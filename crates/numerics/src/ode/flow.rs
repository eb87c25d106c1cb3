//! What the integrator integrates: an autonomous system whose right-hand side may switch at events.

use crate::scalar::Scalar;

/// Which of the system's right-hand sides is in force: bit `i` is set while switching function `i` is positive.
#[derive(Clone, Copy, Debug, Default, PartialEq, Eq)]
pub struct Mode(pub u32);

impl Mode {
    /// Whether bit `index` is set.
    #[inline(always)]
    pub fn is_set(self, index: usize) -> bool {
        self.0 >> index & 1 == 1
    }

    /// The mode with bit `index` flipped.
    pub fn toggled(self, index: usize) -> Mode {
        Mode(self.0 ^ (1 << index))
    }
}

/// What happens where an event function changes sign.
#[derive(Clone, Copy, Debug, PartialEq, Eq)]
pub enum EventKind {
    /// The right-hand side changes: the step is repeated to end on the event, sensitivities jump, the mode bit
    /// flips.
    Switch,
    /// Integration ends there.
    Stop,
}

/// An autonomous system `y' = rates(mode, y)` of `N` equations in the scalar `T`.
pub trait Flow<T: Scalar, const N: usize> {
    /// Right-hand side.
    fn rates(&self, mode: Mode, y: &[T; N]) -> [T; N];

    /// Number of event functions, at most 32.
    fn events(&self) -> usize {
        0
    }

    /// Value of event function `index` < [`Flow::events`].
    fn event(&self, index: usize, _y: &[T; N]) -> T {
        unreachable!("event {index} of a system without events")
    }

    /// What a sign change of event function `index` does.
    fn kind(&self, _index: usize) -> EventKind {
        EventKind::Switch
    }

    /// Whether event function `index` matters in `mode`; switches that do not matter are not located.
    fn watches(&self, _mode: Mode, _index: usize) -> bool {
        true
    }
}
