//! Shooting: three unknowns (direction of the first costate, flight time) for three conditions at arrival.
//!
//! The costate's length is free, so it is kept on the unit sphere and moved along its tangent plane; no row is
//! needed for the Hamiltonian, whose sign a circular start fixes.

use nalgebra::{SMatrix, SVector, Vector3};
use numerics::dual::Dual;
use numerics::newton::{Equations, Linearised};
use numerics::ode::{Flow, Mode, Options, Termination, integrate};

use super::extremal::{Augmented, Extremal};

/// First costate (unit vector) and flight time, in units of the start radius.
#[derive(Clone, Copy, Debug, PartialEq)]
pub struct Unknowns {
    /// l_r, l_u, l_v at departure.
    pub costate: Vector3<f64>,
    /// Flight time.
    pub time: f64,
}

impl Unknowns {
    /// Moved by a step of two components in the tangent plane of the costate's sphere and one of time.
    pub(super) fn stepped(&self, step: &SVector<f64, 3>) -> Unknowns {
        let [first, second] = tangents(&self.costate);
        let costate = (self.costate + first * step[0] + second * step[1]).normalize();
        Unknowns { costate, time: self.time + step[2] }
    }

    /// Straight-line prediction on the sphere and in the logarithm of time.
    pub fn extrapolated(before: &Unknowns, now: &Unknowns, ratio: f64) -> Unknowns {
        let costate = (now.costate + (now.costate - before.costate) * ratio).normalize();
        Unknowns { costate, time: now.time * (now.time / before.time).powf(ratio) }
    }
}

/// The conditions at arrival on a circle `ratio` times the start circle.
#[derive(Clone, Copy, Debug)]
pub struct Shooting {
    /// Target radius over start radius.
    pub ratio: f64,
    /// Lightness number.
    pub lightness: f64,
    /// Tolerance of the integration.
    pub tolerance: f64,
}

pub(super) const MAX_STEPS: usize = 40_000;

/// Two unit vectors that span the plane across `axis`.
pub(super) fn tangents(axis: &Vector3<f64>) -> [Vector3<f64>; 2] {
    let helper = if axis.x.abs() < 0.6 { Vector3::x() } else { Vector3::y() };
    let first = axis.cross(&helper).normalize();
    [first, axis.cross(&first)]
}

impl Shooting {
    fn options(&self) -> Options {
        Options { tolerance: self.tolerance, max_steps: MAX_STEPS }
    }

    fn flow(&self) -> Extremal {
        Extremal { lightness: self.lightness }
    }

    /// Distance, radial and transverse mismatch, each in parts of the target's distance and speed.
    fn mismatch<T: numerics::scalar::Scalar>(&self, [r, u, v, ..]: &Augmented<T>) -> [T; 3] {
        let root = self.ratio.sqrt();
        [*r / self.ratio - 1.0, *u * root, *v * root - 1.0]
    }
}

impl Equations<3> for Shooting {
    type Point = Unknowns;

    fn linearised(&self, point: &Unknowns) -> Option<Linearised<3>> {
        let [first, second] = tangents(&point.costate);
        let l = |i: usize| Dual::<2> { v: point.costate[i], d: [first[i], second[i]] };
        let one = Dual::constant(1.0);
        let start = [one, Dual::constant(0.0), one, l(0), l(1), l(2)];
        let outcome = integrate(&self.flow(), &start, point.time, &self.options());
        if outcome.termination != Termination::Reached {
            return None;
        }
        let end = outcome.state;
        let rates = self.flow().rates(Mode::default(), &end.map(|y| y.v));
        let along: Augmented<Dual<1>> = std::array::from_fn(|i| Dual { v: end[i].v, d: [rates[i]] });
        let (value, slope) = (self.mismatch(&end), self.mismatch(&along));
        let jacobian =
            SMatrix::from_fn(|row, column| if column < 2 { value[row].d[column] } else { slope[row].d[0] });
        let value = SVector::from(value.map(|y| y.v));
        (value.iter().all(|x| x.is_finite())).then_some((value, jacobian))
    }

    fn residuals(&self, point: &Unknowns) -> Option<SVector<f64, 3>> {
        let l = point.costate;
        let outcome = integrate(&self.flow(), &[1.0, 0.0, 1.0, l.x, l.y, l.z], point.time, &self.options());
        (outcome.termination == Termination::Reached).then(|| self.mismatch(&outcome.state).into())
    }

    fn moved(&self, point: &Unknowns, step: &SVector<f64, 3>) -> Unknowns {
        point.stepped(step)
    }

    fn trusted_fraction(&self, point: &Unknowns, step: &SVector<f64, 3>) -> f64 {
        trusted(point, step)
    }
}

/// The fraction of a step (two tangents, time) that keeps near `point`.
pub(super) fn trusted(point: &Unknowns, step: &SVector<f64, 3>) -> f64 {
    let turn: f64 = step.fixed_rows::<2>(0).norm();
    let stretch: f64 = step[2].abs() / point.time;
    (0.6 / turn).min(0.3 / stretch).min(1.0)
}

========================================

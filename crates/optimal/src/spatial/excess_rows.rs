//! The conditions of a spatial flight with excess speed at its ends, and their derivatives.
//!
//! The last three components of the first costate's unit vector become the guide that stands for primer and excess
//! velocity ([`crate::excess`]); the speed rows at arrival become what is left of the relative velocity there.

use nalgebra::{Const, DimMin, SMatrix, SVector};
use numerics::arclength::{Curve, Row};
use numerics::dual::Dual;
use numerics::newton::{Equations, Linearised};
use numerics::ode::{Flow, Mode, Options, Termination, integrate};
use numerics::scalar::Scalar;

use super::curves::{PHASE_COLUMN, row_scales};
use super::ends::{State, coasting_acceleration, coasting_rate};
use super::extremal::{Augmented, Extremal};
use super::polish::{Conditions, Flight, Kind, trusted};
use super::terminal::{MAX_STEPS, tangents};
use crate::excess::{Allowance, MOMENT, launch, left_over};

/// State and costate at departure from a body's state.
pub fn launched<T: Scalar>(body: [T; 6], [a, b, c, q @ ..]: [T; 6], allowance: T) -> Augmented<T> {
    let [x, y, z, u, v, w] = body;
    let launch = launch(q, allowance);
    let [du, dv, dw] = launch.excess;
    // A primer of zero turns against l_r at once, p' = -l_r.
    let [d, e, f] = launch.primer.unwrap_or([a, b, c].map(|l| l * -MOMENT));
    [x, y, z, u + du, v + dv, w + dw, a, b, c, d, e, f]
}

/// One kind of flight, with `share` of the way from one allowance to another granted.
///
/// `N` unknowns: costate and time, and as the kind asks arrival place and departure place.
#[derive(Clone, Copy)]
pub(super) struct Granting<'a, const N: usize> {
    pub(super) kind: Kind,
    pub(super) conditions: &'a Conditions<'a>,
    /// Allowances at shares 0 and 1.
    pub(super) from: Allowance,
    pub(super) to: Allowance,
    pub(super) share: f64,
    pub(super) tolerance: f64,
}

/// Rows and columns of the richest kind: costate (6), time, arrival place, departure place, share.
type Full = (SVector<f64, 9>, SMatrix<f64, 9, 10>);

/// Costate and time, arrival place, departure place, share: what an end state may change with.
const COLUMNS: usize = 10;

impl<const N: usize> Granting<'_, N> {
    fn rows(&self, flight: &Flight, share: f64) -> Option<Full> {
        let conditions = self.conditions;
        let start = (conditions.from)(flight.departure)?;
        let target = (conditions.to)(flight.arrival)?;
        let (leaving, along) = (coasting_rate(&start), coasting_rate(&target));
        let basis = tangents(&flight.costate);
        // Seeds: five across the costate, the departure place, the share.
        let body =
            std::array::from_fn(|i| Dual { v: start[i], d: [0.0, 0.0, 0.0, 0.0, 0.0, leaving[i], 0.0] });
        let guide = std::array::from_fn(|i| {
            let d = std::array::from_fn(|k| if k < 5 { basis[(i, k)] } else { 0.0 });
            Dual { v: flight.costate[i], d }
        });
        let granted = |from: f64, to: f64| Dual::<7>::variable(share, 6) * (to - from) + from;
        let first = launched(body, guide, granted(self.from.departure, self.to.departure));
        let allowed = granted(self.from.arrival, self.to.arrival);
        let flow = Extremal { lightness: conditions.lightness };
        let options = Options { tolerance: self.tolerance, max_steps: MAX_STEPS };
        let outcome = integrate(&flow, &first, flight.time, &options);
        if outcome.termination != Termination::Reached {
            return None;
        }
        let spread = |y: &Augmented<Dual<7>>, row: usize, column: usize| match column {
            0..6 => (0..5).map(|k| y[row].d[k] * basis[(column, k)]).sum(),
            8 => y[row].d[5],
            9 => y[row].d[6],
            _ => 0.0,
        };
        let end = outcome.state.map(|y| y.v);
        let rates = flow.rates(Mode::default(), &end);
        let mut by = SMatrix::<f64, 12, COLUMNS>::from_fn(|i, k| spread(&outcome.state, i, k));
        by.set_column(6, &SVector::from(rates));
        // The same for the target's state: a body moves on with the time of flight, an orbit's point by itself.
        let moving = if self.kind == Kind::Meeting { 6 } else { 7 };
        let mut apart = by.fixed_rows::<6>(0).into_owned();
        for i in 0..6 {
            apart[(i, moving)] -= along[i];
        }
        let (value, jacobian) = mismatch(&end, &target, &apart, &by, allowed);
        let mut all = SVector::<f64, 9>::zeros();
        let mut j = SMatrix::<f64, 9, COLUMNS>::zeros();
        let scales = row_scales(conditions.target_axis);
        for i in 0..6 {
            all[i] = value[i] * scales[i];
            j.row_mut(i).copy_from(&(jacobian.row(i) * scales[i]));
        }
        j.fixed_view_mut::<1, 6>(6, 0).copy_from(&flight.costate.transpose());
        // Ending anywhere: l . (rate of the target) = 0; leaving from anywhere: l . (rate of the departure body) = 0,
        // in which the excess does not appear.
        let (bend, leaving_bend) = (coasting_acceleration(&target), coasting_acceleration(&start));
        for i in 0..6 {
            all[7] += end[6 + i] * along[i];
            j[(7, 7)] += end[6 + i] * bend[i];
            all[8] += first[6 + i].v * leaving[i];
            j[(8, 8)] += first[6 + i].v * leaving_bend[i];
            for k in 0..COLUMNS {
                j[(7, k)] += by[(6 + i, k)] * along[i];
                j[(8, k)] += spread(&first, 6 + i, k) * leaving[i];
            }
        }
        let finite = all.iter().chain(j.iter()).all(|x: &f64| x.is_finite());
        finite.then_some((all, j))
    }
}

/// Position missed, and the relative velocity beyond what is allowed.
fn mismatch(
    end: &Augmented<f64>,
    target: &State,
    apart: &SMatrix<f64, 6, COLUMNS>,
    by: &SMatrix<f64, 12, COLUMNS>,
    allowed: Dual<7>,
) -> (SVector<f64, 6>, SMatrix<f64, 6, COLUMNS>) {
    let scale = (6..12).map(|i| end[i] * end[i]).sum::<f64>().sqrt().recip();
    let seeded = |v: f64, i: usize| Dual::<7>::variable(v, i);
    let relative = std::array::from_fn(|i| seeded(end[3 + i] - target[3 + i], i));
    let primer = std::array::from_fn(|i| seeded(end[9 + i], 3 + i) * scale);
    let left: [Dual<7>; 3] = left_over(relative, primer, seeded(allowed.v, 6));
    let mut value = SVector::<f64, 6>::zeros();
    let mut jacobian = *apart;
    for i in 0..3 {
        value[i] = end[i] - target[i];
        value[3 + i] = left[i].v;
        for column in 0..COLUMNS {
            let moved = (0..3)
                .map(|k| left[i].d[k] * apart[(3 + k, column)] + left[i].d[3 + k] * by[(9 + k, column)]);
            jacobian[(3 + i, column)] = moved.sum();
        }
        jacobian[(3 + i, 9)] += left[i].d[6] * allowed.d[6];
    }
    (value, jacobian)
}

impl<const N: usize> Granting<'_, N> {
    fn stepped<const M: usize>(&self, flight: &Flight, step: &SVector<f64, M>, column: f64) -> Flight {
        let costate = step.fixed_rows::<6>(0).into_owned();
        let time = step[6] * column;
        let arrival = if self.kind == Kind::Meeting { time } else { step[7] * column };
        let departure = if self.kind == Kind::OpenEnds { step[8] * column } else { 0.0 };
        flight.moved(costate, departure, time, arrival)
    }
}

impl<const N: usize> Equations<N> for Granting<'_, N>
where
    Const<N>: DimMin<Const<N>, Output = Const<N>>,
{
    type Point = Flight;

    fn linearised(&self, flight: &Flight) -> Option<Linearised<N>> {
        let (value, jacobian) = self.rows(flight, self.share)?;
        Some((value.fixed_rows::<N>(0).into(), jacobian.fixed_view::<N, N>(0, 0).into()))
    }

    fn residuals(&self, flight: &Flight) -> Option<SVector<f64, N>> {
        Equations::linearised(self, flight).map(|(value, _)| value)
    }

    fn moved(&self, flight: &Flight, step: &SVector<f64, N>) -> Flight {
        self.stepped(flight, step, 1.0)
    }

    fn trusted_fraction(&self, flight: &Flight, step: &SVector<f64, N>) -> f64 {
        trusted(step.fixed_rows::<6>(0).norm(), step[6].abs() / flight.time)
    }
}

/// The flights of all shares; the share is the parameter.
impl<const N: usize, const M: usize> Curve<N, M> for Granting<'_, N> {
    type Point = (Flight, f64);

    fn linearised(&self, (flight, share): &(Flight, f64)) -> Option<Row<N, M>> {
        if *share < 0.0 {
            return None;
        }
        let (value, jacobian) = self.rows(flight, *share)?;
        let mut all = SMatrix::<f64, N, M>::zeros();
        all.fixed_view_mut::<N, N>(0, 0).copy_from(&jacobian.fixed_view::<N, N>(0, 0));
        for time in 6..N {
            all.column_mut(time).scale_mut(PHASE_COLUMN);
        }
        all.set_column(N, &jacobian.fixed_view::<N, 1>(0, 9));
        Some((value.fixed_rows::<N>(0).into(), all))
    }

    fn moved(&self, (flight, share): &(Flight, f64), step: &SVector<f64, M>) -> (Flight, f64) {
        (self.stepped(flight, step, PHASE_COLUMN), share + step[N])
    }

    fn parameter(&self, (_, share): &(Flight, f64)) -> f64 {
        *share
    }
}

========================================

◆ WORK ITEM:
Starting at the line above that holds "filename crates/numerics/src/ode/flow.rs" and ending at the line that holds "fn event(&self, index: usize, _y: &[T;", transcribe each line exactly and include no other lines.

◆ TASK OUTPUT:
filename crates/numerics/src/ode/flow.rs
repository eb87c25d106c1cb3
//! What the integrator integrates: an autonomous system whose right-hand side may switch at events.

use crate::scalar::Scalar;

/// Which of the system's right-hand sides is in force: bit `i` is set while switching function `i` is positive.
#[derive(Clone, Copy, Debug, Default, PartialEq, Eq)]
pub struct Mode(pub u32);

impl Mode {
    /// Whether bit `index` is set.
    #[inline(always)]
    pub fn is_set(self, index: usize) -> bool {
        self.0 >> index & 1 == 1
    }

    /// The mode with bit `index` flipped.
    pub fn toggled(self, index: usize) -> Mode {
        Mode(self.0 ^ (1 << index))
    }
}

/// What happens where an event function changes sign.
#[derive(Clone, Copy, Debug, PartialEq, Eq)]
pub enum EventKind {
    /// The right-hand side changes: the step is repeated to end on the event, sensitivities jump, the mode bit
    /// flips.
    Switch,
    /// Integration ends there.
    Stop,
}

/// An autonomous system `y' = rates(mode, y)` of `N` equations in the scalar `T`.
pub trait Flow<T: Scalar, const N: usize> {
    /// Right-hand side.
    fn rates(&self, mode: Mode, y: &[T; N]) -> [T; N];

    /// Number of event functions, at most 32.
    fn events(&self) -> usize {
        0
    }

    /// Value of event function `index` < [`Flow::events`].
    fn event(&self, index: usize, _y: &[T; N]) -> T {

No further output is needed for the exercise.